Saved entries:
━━━━━━━━━━━━━━━━

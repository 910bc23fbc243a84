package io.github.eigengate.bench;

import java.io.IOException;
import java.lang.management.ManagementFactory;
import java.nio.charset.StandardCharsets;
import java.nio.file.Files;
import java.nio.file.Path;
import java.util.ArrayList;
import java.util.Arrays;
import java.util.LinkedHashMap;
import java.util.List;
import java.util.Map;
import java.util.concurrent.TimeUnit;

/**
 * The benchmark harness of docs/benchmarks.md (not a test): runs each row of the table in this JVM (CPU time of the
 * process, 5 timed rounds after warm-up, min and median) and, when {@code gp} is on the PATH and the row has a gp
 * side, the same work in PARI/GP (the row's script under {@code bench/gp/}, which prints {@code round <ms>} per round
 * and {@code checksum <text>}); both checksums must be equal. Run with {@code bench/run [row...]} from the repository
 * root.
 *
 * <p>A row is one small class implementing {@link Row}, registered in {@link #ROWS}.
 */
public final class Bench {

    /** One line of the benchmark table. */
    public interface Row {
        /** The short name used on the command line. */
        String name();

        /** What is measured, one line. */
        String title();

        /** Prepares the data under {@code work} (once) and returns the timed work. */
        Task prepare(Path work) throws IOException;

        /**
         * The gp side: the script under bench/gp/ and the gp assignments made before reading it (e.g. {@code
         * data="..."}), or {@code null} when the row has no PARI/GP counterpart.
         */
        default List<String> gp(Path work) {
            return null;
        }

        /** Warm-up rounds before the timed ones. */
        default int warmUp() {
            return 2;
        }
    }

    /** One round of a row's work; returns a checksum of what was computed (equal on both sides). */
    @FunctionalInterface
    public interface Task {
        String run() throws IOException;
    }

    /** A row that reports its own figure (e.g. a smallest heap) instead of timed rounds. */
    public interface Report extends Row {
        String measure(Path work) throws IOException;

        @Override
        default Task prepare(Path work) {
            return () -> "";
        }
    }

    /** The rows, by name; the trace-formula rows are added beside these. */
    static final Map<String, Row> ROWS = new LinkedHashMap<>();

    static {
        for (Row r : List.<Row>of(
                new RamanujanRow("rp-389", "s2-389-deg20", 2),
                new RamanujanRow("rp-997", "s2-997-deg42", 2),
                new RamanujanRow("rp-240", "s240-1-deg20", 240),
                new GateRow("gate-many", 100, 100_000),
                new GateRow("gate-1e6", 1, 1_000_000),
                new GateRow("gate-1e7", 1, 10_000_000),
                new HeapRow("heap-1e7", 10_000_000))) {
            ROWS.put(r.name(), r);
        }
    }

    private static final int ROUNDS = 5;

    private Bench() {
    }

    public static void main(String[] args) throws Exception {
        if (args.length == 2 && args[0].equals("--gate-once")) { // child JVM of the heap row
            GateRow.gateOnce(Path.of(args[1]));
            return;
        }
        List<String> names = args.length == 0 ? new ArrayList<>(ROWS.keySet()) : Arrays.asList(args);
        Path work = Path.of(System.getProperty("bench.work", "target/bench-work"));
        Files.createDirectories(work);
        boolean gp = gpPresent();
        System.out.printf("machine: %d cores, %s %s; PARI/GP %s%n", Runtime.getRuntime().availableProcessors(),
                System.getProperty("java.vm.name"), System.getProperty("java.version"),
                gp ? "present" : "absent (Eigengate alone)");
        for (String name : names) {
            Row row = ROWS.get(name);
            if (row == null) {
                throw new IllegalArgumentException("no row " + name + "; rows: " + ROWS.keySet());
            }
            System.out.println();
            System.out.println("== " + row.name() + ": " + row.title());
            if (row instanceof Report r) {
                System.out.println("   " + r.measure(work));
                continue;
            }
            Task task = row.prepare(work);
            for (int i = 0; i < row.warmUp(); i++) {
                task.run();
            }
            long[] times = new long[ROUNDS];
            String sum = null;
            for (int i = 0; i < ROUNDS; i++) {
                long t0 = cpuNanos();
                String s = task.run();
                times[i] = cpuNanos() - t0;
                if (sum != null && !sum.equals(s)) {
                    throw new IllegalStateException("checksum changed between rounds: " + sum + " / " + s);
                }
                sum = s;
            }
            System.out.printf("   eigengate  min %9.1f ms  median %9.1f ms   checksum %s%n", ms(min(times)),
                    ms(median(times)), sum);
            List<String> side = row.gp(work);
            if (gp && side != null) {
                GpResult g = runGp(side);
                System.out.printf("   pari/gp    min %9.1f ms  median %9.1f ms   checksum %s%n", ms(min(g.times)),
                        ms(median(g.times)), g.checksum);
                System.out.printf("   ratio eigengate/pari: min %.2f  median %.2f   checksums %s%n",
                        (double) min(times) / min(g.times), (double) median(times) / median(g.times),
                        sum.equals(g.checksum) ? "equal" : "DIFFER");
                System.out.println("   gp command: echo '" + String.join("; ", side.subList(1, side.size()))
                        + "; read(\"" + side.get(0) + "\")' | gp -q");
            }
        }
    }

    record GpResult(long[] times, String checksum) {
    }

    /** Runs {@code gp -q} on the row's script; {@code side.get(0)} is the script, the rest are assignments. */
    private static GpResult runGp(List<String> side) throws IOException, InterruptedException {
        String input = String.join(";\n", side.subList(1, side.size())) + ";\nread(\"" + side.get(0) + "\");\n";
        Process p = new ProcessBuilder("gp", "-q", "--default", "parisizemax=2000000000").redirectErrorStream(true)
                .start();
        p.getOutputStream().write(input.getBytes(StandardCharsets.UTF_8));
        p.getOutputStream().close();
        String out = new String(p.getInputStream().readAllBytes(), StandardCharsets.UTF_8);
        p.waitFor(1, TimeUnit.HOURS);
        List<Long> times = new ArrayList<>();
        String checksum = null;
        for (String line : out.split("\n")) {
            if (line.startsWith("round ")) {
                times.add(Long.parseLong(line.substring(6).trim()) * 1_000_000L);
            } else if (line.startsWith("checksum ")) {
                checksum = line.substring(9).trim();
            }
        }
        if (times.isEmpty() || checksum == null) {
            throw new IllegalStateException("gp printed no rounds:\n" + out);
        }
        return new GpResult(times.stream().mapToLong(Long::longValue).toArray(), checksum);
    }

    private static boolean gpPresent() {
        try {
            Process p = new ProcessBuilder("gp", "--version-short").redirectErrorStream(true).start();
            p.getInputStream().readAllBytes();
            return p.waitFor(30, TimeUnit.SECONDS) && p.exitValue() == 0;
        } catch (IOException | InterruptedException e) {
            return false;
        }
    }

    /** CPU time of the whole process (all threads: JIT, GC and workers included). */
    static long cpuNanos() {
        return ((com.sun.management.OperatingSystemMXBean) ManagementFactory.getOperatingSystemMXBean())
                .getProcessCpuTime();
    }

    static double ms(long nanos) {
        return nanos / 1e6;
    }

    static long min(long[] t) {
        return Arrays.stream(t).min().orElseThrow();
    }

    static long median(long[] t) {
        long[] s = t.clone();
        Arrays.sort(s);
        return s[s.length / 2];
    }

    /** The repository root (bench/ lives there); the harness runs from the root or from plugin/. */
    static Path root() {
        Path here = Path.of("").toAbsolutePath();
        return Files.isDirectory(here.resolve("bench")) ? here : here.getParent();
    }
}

━━━━━━━━━━━━━━━━

**Problem to solve**
Print every record above exactly as written.

**Your solution**
repository 910bc23fbc243a84
package io.github.eigengate.bench;

import java.io.IOException;
import java.lang.management.ManagementFactory;
import java.nio.charset.StandardCharsets;
import java.nio.file.Files;
import java.nio.file.Path;
import java.util.ArrayList;
import java.util.Arrays;
import java.util.LinkedHashMap;
import java.util.List;
import java.util.Map;
import java.util.concurrent.TimeUnit;

/**
 * The benchmark harness of docs/benchmarks.md (not a test): runs each row of the table in this JVM (CPU time of the
 * process, 5 timed rounds after warm-up, min and median) and, when {@code gp} is on the PATH and the row has a gp
 * side, the same work in PARI/GP (the row's script under {@code bench/gp/}, which prints {@code round <ms>} per round
 * and {@code checksum <text>}); both checksums must be equal. Run with {@code bench/run [row...]} from the repository
 * root.
 *
 * <p>A row is one small class implementing {@link Row}, registered in {@link #ROWS}.
 */
public final class Bench {

    /** One line of the benchmark table. */
    public interface Row {
        /** The short name used on the command line. */
        String name();

        /** What is measured, one line. */
        String title();

        /** Prepares the data under {@code work} (once) and returns the timed work. */
        Task prepare(Path work) throws IOException;

        /**
         * The gp side: the script under bench/gp/ and the gp assignments made before reading it (e.g. {@code
         * data="..."}), or {@code null} when the row has no PARI/GP counterpart.
         */
        default List<String> gp(Path work) {
            return null;
        }

        /** Warm-up rounds before the timed ones. */
        default int warmUp() {
            return 2;
        }
    }

    /** One round of a row's work; returns a checksum of what was computed (equal on both sides). */
    @FunctionalInterface
    public interface Task {
        String run() throws IOException;
    }

    /** A row that reports its own figure (e.g. a smallest heap) instead of timed rounds. */
    public interface Report extends Row {
        String measure(Path work) throws IOException;

        @Override
        default Task prepare(Path work) {
            return () -> "";
        }
    }

    /** The rows, by name; the trace-formula rows are added beside these. */
    static final Map<String, Row> ROWS = new LinkedHashMap<>();

    static {
        for (Row r : List.<Row>of(
                new RamanujanRow("rp-389", "s2-389-deg20", 2),
                new RamanujanRow("rp-997", "s2-997-deg42", 2),
                new RamanujanRow("rp-240", "s240-1-deg20", 240),
                new GateRow("gate-many", 100, 100_000),
                new GateRow("gate-1e6", 1, 1_000_000),
                new GateRow("gate-1e7", 1, 10_000_000),
                new HeapRow("heap-1e7", 10_000_000))) {
            ROWS.put(r.name(), r);
        }
    }

    private static final int ROUNDS = 5;

    private Bench() {
    }

    public static void main(String[] args) throws Exception {
        if (args.length == 2 && args[0].equals("--gate-once")) { // child JVM of the heap row
            GateRow.gateOnce(Path.of(args[1]));
            return;
        }
        List<String> names = args.length == 0 ? new ArrayList<>(ROWS.keySet()) : Arrays.asList(args);
        Path work = Path.of(System.getProperty("bench.work", "target/bench-work"));
        Files.createDirectories(work);
        boolean gp = gpPresent();
        System.out.printf("machine: %d cores, %s %s; PARI/GP %s%n", Runtime.getRuntime().availableProcessors(),
                System.getProperty("java.vm.name"), System.getProperty("java.version"),
                gp ? "present" : "absent (Eigengate alone)");
        for (String name : names) {
            Row row = ROWS.get(name);
            if (row == null) {
                throw new IllegalArgumentException("no row " + name + "; rows: " + ROWS.keySet());
            }
            System.out.println();
            System.out.println("== " + row.name() + ": " + row.title());
            if (row instanceof Report r) {
                System.out.println("   " + r.measure(work));
                continue;
            }
            Task task = row.prepare(work);
            for (int i = 0; i < row.warmUp(); i++) {
                task.run();
            }
            long[] times = new long[ROUNDS];
            String sum = null;
            for (int i = 0; i < ROUNDS; i++) {
                long t0 = cpuNanos();
                String s = task.run();
                times[i] = cpuNanos() - t0;
                if (sum != null && !sum.equals(s)) {
                    throw new IllegalStateException("checksum changed between rounds: " + sum + " / " + s);
                }
                sum = s;
            }
            System.out.printf("   eigengate  min %9.1f ms  median %9.1f ms   checksum %s%n", ms(min(times)),
                    ms(median(times)), sum);
            List<String> side = row.gp(work);
            if (gp && side != null) {
                GpResult g = runGp(side);
                System.out.printf("   pari/gp    min %9.1f ms  median %9.1f ms   checksum %s%n", ms(min(g.times)),
                        ms(median(g.times)), g.checksum);
                System.out.printf("   ratio eigengate/pari: min %.2f  median %.2f   checksums %s%n",
                        (double) min(times) / min(g.times), (double) median(times) / median(g.times),
                        sum.equals(g.checksum) ? "equal" : "DIFFER");
                System.out.println("   gp command: echo '" + String.join("; ", side.subList(1, side.size()))
                        + "; read(\"" + side.get(0) + "\")' | gp -q");
            }
        }
    }

    record GpResult(long[] times, String checksum) {
    }

    /** Runs {@code gp -q} on the row's script; {@code side.get(0)} is the script, the rest are assignments. */
    private static GpResult runGp(List<String> side) throws IOException, InterruptedException {
        String input = String.join(";\n", side.subList(1, side.size())) + ";\nread(\"" + side.get(0) + "\");\n";
        Process p = new ProcessBuilder("gp", "-q", "--default", "parisizemax=2000000000").redirectErrorStream(true)
                .start();
        p.getOutputStream().write(input.getBytes(StandardCharsets.UTF_8));
        p.getOutputStream().close();
        String out = new String(p.getInputStream().readAllBytes(), StandardCharsets.UTF_8);
        p.waitFor(1, TimeUnit.HOURS);
        List<Long> times = new ArrayList<>();
        String checksum = null;
        for (String line : out.split("\n")) {
            if (line.startsWith("round ")) {
                times.add(Long.parseLong(line.substring(6).trim()) * 1_000_000L);
            } else if (line.startsWith("checksum ")) {
                checksum = line.substring(9).trim();
            }
        }
        if (times.isEmpty() || checksum == null) {
            throw new IllegalStateException("gp printed no rounds:\n" + out);
        }
        return new GpResult(times.stream().mapToLong(Long::longValue).toArray(), checksum);
    }

    private static boolean gpPresent() {
        try {
            Process p = new ProcessBuilder("gp", "--version-short").redirectErrorStream(true).start();
            p.getInputStream().readAllBytes();
            return p.waitFor(30, TimeUnit.SECONDS) && p.exitValue() == 0;
        } catch (IOException | InterruptedException e) {
            return false;
        }
    }

    /** CPU time of the whole process (all threads: JIT, GC and workers included). */
    static long cpuNanos() {
        return ((com.sun.management.OperatingSystemMXBean) ManagementFactory.getOperatingSystemMXBean())
                .getProcessCpuTime();
    }

    static double ms(long nanos) {
        return nanos / 1e6;
    }

    static long min(long[] t) {
        return Arrays.stream(t).min().orElseThrow();
    }

    static long median(long[] t) {
        long[] s = t.clone();
        Arrays.sort(s);
        return s[s.length / 2];
    }

    /** The repository root (bench/ lives there); the harness runs from the root or from plugin/. */
    static Path root() {
        Path here = Path.of("").toAbsolutePath();
        return Files.isDirectory(here.resolve("bench")) ? here : here.getParent();
    }
}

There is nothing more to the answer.